Prompt:
Filter the entries that follow, copying every line in which the word "isNaN" appears.

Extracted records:
# # #

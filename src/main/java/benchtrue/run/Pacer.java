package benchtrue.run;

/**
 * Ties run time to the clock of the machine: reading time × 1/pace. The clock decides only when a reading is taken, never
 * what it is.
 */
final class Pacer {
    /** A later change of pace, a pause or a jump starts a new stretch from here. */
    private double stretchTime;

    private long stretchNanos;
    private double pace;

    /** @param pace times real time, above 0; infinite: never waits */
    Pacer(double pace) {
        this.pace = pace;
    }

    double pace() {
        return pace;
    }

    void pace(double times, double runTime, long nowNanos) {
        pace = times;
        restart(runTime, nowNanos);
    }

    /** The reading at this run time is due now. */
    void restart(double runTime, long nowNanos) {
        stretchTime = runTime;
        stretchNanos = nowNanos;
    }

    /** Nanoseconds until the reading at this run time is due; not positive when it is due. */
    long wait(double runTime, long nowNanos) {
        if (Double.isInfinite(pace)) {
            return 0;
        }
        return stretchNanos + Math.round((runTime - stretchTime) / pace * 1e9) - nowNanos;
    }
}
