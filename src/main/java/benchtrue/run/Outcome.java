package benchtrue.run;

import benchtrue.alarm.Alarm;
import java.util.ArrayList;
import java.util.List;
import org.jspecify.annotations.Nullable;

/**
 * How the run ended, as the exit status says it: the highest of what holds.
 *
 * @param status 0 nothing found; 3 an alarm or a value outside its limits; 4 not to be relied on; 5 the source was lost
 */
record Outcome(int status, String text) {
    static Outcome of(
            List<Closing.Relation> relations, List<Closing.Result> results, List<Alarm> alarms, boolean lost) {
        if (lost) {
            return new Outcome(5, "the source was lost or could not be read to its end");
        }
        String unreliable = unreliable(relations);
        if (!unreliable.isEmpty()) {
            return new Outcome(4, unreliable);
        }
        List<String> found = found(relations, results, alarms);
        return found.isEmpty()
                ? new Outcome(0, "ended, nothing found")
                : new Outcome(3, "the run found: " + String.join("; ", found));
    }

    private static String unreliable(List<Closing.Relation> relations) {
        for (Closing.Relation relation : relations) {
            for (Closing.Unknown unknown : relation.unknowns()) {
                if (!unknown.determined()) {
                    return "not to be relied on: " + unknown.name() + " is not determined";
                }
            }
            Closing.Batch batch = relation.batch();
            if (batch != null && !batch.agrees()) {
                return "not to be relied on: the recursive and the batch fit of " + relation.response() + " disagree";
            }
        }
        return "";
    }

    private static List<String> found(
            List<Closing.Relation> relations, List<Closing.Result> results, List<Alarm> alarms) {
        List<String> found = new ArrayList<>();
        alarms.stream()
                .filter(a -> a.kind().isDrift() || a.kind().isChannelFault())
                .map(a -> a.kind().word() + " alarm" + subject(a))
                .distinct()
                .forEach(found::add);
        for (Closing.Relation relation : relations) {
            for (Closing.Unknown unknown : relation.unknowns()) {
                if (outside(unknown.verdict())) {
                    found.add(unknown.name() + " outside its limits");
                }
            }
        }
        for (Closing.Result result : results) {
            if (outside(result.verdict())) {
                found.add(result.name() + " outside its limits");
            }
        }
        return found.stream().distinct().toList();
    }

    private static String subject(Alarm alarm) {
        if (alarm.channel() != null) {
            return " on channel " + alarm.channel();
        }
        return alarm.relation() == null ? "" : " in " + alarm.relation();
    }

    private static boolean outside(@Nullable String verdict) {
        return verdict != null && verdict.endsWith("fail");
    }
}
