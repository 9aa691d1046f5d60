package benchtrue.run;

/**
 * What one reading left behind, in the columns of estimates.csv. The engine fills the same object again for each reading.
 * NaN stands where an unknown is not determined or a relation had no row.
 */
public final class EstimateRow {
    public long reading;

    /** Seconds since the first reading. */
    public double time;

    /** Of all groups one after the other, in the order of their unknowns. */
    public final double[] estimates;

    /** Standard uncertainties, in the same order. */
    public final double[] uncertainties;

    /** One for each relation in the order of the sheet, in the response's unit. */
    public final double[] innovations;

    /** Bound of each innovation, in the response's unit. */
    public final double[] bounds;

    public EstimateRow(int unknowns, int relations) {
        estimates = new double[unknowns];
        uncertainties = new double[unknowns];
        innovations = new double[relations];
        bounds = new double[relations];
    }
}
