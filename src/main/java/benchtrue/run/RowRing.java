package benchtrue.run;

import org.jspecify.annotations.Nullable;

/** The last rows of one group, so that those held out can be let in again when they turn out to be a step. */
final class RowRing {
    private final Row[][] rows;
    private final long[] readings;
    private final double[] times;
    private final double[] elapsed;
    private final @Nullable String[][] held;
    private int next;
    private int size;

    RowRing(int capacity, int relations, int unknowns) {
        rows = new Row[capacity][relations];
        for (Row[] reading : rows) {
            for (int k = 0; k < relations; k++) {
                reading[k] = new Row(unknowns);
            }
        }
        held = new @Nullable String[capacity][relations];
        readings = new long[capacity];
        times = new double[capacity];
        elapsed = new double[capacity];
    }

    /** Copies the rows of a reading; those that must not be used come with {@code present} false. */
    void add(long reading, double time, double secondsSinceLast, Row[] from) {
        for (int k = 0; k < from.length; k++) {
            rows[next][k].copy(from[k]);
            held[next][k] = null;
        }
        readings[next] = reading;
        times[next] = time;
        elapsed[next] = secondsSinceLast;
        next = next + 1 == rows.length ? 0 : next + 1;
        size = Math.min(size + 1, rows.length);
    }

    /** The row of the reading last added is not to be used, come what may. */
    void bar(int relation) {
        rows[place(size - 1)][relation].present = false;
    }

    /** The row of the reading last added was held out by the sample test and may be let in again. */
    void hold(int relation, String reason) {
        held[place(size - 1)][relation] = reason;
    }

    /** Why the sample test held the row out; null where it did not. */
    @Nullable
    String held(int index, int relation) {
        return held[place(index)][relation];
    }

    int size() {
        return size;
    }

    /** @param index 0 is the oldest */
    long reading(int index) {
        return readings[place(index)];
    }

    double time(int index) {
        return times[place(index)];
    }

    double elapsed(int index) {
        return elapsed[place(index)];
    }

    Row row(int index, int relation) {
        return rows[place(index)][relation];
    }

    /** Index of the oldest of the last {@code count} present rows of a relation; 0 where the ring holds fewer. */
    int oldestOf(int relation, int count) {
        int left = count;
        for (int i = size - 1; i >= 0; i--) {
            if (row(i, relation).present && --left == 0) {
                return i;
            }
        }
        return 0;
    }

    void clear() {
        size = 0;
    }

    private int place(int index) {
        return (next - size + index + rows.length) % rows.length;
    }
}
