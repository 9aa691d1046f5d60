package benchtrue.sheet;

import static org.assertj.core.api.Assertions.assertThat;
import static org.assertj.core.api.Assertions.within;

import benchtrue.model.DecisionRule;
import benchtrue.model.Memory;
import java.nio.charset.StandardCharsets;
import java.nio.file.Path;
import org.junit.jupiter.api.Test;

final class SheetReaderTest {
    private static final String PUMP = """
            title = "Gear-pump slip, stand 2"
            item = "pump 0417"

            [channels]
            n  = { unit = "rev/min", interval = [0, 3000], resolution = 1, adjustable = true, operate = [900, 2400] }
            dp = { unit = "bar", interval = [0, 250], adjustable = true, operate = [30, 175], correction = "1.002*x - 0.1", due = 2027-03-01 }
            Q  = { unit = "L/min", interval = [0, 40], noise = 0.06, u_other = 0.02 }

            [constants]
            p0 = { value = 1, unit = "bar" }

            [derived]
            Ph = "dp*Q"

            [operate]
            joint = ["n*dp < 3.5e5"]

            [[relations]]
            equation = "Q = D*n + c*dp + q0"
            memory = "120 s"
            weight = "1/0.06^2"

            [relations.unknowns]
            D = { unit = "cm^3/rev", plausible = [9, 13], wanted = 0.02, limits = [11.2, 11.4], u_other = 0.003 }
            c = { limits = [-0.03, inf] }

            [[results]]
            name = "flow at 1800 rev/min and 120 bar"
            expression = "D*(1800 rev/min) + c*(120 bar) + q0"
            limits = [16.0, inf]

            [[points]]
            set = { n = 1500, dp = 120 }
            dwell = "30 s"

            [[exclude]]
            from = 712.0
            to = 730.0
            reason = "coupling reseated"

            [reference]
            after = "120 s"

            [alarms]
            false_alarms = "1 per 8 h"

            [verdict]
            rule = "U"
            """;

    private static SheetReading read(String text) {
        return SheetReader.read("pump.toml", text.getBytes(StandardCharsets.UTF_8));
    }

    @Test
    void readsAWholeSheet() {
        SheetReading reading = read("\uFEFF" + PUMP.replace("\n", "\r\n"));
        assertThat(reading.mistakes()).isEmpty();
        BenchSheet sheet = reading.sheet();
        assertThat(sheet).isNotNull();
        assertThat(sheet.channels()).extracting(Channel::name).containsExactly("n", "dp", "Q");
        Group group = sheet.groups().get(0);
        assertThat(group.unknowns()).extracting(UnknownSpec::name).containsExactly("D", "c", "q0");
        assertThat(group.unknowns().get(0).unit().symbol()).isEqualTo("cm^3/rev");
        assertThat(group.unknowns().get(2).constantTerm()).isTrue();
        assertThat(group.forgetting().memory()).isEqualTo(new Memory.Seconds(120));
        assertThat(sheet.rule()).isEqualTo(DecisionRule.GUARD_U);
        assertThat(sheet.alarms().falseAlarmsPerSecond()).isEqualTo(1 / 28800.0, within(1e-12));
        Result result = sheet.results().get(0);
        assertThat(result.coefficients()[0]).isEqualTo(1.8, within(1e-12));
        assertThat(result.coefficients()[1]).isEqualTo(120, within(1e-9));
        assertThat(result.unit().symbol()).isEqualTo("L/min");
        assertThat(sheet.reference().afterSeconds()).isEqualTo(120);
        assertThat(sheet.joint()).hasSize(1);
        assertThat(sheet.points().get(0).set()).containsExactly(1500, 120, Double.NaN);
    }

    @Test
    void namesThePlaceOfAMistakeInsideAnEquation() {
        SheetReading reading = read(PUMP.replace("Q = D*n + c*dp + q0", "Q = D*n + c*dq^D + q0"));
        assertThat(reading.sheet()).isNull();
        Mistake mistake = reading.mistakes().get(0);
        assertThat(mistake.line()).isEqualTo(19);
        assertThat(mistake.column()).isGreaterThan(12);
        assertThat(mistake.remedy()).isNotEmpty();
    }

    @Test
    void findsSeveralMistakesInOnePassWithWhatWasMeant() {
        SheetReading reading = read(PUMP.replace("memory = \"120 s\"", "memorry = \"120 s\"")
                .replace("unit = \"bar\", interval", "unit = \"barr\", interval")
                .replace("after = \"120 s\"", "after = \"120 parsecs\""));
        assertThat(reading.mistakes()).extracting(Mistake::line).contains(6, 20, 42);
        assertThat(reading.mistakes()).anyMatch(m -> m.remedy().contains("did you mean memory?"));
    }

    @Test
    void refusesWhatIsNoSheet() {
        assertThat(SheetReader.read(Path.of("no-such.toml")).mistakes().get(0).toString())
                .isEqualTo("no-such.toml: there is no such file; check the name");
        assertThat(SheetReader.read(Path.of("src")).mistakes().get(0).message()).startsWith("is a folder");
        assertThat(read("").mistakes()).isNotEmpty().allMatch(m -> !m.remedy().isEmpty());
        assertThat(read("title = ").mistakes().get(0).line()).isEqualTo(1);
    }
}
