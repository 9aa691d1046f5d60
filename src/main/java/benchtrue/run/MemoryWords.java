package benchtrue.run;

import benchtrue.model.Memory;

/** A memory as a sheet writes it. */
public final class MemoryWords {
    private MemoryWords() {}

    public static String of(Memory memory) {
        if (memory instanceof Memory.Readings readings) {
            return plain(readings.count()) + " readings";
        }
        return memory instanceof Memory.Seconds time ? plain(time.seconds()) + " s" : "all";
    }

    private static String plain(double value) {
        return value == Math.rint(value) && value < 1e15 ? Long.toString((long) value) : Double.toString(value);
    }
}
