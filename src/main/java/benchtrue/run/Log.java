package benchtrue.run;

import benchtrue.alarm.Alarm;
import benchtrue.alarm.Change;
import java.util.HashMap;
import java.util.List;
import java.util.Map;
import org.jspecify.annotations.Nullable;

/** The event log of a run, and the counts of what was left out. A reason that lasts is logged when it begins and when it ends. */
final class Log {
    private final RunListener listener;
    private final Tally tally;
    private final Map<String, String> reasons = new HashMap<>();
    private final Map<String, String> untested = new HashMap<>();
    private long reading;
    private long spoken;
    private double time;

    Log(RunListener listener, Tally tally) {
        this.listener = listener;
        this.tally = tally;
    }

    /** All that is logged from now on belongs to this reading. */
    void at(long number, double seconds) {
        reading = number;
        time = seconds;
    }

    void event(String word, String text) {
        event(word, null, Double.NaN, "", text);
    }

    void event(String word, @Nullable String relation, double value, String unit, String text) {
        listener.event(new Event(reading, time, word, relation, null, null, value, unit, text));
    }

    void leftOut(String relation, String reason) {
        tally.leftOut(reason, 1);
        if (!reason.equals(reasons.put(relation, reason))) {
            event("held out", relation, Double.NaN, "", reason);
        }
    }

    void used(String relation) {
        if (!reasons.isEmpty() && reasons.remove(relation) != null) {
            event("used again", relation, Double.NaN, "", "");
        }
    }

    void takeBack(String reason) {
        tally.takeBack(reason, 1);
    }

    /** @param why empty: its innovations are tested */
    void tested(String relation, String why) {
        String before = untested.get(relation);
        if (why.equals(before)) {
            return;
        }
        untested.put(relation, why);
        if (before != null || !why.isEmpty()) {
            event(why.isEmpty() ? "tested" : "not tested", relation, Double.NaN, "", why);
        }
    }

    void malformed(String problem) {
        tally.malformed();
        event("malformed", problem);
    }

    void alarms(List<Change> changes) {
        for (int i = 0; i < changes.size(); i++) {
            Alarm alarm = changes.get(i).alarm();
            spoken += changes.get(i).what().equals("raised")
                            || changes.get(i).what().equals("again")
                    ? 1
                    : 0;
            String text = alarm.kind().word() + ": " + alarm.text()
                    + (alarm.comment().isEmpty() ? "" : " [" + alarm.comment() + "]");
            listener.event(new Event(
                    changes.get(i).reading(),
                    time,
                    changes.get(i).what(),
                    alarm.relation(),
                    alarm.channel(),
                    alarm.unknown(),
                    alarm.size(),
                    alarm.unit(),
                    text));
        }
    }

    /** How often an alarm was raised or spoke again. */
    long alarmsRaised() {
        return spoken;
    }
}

# # #

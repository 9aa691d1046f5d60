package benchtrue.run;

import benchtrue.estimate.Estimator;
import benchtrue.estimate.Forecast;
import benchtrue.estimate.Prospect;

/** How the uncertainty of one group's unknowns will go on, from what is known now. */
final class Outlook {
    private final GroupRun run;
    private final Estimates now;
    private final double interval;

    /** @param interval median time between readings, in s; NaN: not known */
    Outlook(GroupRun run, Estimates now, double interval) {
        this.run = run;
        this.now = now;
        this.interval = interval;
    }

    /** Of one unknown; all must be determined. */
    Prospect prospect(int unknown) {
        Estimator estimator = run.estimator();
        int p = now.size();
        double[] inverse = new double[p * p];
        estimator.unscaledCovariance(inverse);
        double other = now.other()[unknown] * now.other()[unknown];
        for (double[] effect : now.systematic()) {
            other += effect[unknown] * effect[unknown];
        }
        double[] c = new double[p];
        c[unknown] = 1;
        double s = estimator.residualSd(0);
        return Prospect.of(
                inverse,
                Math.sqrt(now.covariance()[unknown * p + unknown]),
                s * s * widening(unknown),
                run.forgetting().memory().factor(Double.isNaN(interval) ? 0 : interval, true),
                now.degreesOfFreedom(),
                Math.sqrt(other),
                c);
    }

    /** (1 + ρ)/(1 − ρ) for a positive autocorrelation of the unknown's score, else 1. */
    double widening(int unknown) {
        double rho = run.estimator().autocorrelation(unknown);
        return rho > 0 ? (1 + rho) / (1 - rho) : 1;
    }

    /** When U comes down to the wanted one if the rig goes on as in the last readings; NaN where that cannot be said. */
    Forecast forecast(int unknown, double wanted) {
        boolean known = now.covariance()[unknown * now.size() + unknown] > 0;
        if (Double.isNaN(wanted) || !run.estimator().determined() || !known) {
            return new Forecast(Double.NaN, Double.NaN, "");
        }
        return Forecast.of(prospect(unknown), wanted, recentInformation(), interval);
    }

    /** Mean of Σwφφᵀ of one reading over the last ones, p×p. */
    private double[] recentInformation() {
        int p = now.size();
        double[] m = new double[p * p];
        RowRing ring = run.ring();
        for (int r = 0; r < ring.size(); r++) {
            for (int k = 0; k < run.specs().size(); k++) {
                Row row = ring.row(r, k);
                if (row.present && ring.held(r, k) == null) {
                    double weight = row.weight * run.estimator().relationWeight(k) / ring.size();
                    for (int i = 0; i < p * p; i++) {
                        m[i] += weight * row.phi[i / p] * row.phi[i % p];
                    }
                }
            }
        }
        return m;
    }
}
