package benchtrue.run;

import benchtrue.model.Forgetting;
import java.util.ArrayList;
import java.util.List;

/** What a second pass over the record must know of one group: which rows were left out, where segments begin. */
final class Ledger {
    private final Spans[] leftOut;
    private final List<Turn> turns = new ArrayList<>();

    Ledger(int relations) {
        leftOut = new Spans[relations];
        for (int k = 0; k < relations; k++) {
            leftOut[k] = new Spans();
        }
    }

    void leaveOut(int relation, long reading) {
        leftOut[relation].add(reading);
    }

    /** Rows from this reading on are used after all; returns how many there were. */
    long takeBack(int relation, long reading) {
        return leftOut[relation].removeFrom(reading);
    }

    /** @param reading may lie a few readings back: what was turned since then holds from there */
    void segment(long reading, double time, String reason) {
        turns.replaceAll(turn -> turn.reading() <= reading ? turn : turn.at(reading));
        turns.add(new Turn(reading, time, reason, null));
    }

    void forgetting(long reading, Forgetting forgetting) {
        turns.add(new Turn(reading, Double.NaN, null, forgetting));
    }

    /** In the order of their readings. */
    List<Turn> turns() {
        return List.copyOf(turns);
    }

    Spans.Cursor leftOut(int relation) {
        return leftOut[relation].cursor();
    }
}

# # #

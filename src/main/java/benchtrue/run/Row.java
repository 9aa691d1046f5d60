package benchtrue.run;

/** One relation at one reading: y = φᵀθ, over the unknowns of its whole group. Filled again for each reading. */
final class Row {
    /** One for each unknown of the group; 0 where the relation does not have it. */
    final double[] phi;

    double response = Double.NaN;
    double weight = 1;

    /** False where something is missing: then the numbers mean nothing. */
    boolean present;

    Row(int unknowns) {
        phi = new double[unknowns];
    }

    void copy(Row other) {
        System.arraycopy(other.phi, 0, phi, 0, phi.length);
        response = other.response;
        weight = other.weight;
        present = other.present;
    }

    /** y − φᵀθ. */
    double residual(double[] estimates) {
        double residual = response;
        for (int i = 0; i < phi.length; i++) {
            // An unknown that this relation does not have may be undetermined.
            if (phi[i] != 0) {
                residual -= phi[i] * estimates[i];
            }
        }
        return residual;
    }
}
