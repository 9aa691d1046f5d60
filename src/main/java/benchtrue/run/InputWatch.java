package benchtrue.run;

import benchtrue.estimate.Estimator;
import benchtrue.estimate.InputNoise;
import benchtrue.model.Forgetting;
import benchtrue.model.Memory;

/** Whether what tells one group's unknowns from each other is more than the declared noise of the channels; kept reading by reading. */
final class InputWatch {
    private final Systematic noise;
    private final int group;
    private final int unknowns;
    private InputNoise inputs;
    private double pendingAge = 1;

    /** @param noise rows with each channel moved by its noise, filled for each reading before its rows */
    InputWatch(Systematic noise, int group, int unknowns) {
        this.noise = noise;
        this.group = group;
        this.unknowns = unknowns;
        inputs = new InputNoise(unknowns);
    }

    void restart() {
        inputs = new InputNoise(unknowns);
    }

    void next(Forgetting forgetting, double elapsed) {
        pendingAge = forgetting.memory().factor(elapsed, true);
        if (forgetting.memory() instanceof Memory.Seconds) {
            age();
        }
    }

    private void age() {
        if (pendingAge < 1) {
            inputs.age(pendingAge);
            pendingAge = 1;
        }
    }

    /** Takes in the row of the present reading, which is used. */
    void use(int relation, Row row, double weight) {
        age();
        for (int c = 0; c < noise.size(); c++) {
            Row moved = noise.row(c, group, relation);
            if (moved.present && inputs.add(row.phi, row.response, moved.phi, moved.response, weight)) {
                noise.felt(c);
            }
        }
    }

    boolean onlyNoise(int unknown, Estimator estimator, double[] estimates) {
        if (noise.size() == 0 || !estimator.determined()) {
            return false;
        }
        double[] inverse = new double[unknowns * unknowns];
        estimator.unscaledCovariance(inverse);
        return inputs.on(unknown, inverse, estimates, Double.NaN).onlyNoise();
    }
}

# # #

The answer:
                run.forgetting().memory().factor(Double.isNaN(interval) ? 0 : interval, true),
        if (Double.isNaN(wanted) || !run.estimator().determined() || !known) {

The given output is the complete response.